• _EXERCISE DESCRIPTION_: From the entries below, copy every line where the string "SoilMissingShare" appears.

Content starts

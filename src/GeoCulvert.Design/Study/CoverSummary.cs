using System.Globalization;
using GeoCulvert.Design.Watersheds;

namespace GeoCulvert.Design.Study;

/// <summary>What lies on a piece of land: its land cover, soil group, slope class and whether it is a filled depression; coded as one class for the overlay.</summary>
/// <param name="Code">Land-cover code; null for none.</param>
/// <param name="SoilGroup">Soil group; null for none.</param>
/// <param name="SlopeClass">Class of slope, 0-2.</param>
/// <param name="IsFilled">Whether conditioning raised it.</param>
internal readonly record struct CoverPiece(int? Code, string? SoilGroup, int SlopeClass, bool IsFilled)
{
    private const int LargestCode = 100_000;
    private static readonly string?[] Groups = [null, "A", "B", "C", "D", "A/D", "B/D", "C/D"];

    /// <summary>The class of a piece: cover, soil group (1-7), slope class and filling as one number.</summary>
    public static int ClassOf(int cover, int soil, int slopeClass, bool isFilled) =>
        ((((((cover is >= 0 and <= LargestCode ? cover + 1 : 0) * 8) + (soil is > 0 and < 8 ? soil : 0)) * 4) + slopeClass) * 2) + (isFilled ? 1 : 0);

    /// <summary>The piece of a class.</summary>
    public static CoverPiece Of(int classCode) => new(
        classCode / 64 is > 0 and var cover ? cover - 1 : null, Groups[classCode / 8 % 8], classCode / 2 % 4, (classCode & 1) != 0);
}

/// <summary>A land cover and soil group of a watershed.</summary>
/// <param name="Code">Land-cover code; null where there is none.</param>
/// <param name="Name">Its name in the table; "" when the table has none.</param>
/// <param name="SoilGroup">Soil group; null where there is none.</param>
/// <param name="AreaM2">Area, m2.</param>
/// <param name="Share">Share of the watershed, 0-1.</param>
public sealed record CoverAreaResult(string? Code, string Name, string? SoilGroup, double AreaM2, double Share);

/// <summary>Shares of land cover and soil groups in a watershed, of its whole area, 0-1; what is not known is null.</summary>
public sealed record CoverSummary
{
    /// <summary>Areas by cover and soil group, the largest first.</summary>
    public required IReadOnlyList<CoverAreaResult> Areas { get; init; }

    /// <summary>Land covers with their shares, the largest first, as text: "41 Deciduous forest 62 %, ..."; empty without a land cover.</summary>
    public required string LandCover { get; init; }

    /// <summary>Share without a land cover; null when no land cover was given.</summary>
    public double? CoverMissingShare { get; init; }

    /// <summary>Share without a soil group; null when no soil groups were given.</summary>
    public double? SoilMissingShare { get; init; }

    /// <summary>Impervious share, of the area whose cover has a figure; null when none has.</summary>
    public double? ImperviousShare { get; init; }

    /// <summary>Share of open water.</summary>
    public double? LakeShare { get; init; }

    /// <summary>Share of wetland.</summary>
    public double? WetlandShare { get; init; }

    /// <summary>Share that is open water, wetland or a filled depression, each place counted once.</summary>
    public double? StorageShare { get; init; }

    /// <summary>Area-weighted runoff coefficient below 25 years and from 25 years on; null when it cannot be formed.</summary>
    public (double Below25Yr, double From25Yr)? RunoffCoefficient { get; init; }

    /// <summary>Share of a soil group, "A" to "D" or a dual group; null when no soil groups were given.</summary>
    public double? SoilShare(Func<string, bool> group) => SoilMissingShare is null ? null : Areas.Where(a => a.SoilGroup is { } g && group(g)).Sum(a => a.Share);

    /// <summary>Summarises the classes of a watershed.</summary>
    internal static CoverSummary Of(ClassCells classes, double areaM2, CoverClasses table, bool hasCover, bool hasSoil)
    {
        var cells = classes.CellCount;
        var pieces = classes.CellsByClass.Select(c => (Piece: CoverPiece.Of(c.Key), Cells: c.Value)).ToList();
        var areas = pieces.GroupBy(p => (p.Piece.Code, p.Piece.SoilGroup))
            .Select(g => (Code: Text(g.Key.Code), g.Key.SoilGroup, Cells: g.Sum(p => p.Cells)))
            .OrderByDescending(g => g.Cells).ThenBy(g => g.Code, StringComparer.Ordinal).ThenBy(g => g.SoilGroup, StringComparer.Ordinal)
            .Select(g => new CoverAreaResult(g.Code, g.Code is null ? "" : table.Find(g.Code)?.Name ?? "", g.SoilGroup, g.Cells / cells * areaM2, g.Cells / cells))
            .ToList();
        double Share(Func<CoverPiece, CoverClass?, bool> counts) => pieces.Where(p => counts(p.Piece, Known(p.Piece))).Sum(p => p.Cells) / cells;
        CoverClass? Known(CoverPiece piece) => Text(piece.Code) is { } code ? table.Find(code) : null;
        var paved = pieces.Where(p => Known(p.Piece)?.ImperviousShare is not null).ToList();
        var covers = areas.Where(a => a.Code is not null).GroupBy(a => (a.Code, a.Name)).Select(g => (g.Key.Code, g.Key.Name, Share: g.Sum(a => a.Share))).OrderByDescending(g => g.Share);
        return new CoverSummary
        {
            Areas = areas,
            LandCover = string.Join(", ", covers.Select(c => string.Create(CultureInfo.InvariantCulture, $"{c.Code}{(c.Name.Length > 0 ? " " : "")}{c.Name} {100 * c.Share:0.#} %"))),
            CoverMissingShare = hasCover ? Share((p, _) => p.Code is null) : null,
            SoilMissingShare = hasSoil ? Share((p, _) => p.SoilGroup is null) : null,
            ImperviousShare = paved.Count > 0 ? paved.Sum(p => p.Cells * Known(p.Piece)!.ImperviousShare!.Value) / paved.Sum(p => p.Cells) : null,
            LakeShare = hasCover && table.KnowsStorage ? Share((_, c) => c is { IsLake: true }) : null,
            WetlandShare = hasCover && table.KnowsStorage ? Share((_, c) => c is { IsWetland: true }) : null,
            StorageShare = hasCover && table.KnowsStorage ? Share((p, c) => p.IsFilled || c is { IsLake: true } or { IsWetland: true }) : null,
        };
    }

    private static string? Text(int? code) => code?.ToString(CultureInfo.InvariantCulture);
}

Content ends

• _TASK SOLUTION_:
    public double? SoilMissingShare { get; init; }
    public double? SoilShare(Func<string, bool> group) => SoilMissingShare is null ? null : Areas.Where(a => a.SoilGroup is { } g && group(g)).Sum(a => a.Share);
            SoilMissingShare = hasSoil ? Share((p, _) => p.SoilGroup is null) : null,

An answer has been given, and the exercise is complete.